これは実際、弊社にも多くいただくご相談です。

Bさん:給与への不満と「マレーシアが好き」という気持ち

Bさんは当時フィリピンで勤務されていましたが、給与などの条件面で不満を感じていました。

加えて、以前マレーシアで約1年間BPO企業に勤務した経験があり、マレーシアという国自体をとても気に入っていたことが決め手となり、マレーシアへの転職を決断されています。

Cさん:海外就職を幅広く検討した結果、マレーシアにたどり着いた

日本国内のメーカーで約10年勤務していたCさんは、当初からマレーシアだけを見ていたわけではありませんでした。欧米圏やオーストラリアなども含め、幅広く海外就職を検討していたそうです。

しかし調べていく中で、ビザの問題や、そもそも日本人向けの求人が少ないという現実にぶつかります。東南アジア以外の国では、ハードルがかなり高くなる。そこで「どの国であれば実現できそうか」という観点から絞り込んでいった結果、マレーシアが選択肢として浮上しました。

Dさん:日本での営業経験を活かせるポジションに就きたい

マレーシアのBPO企業に勤務していたDさんは、それ以前に日本の企業で営業を経験していました。

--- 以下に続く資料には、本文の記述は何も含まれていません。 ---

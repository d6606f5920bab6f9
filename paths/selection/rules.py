"""Choosing the penalty: every defensible rule side by side, each with its uncertainty.

All rules work on the one factorization held by a :class:`~paths.path.RidgePath`
(and, for the cross-validation rules, a :class:`~paths.cv.CVResult` computed on
the same data).  Each reports the penalty, the effective degrees of freedom
:math:`\\operatorname{tr} H_\\lambda`, the shrinkage fraction
:math:`\\|\\beta_\\lambda\\|/\\|\\beta^+\\|` (on the scale the penalty acts on) and
an estimated test mean squared error with its standard error where one exists.

Rules (keys of :data:`RULES`):

``gcv``, ``loo``, ``cv``
    Minimum of generalized cross-validation (Golub, Heath & Wahba 1979), exact
    leave-one-out, or K-fold cross-validation.  The grid minimum is refined by
    bounded scalar minimization on :math:`\\log\\lambda` between its neighbours;
    a minimum on the edge of the grid extends the grid (and says so).
``one-se``
    The largest penalty whose CV error is within one standard error of the
    minimum (Breiman, Friedman, Olshen & Stone 1984; ESL §7.10).
``df``, ``fraction``
    A target effective degrees of freedom (:math:`\\operatorname{tr} H`,
    intercept included), or a target shrinkage fraction in (0, 1].
``hkb``, ``lw``
    Hoerl, Kennard & Baldwin (1975) :math:`k = p\\hat\\sigma^2/\\|\\hat b\\|^2` and
    Lawless & Wang (1976) :math:`k = p\\hat\\sigma^2/\\|X\\hat b\\|^2`, in the
    correlation form of their papers (columns centered to unit length,
    :math:`\\hat b` the OLS fit); in this package's convention (unit population
    SD) :math:`\\lambda = n k`, i.e. :math:`\\lambda_{HKB} = p\\hat\\sigma^2/
    \\|\\hat\\beta\\|^2` and :math:`\\lambda_{LW} = n p \\hat\\sigma^2/\\|X\\hat\\beta\\|^2`.
``reml``
    The maximum of the restricted likelihood of the random-effects model
    :math:`\\beta \\sim N(0, (\\sigma^2/\\lambda) I)` (Patterson & Thompson 1971;
    Harville 1977; :mod:`paths.selection.reml`), with the noise and signal
    variances at the maximum, the share of variance explained and an approximate
    95% likelihood-ratio interval for :math:`\\lambda`.
``isotropic``
    The random-matrix plug-in :math:`\\lambda^* = p\\hat\\sigma^2/\\hat r^2`,
    :math:`\\hat r^2 = \\widehat{\\operatorname{var}}(y) - \\hat\\sigma^2`
    (Dobriban & Wager 2018), optimal for roughly isotropic standardized features.
"""
from __future__ import annotations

この営業経験を活かせるポジションに就きたい、というのがDさんの希望でした。ただし条件に合う営業の求人はなかなか出てこないため、中長期的なスタンスで転職活動を進めることになります。

共通しているのは、「なんとなく海外に行きたい」ではなかったこと。 4名とも、現状の何を変えたいのかがはっきりしていました。


2. マレーシア就職の転職活動で実際にやったこと

次に、4名が転職活動の中で実際に取った行動を見ていきます。

条件を広げて求人を探す

マレーシアにある日本人向けの求人は、決して多くはありません。そのため希望条件を絞り込みすぎると、そもそも応募できる企業がないという状況に陥り、マレーシア就職自体が難しくなってしまいます。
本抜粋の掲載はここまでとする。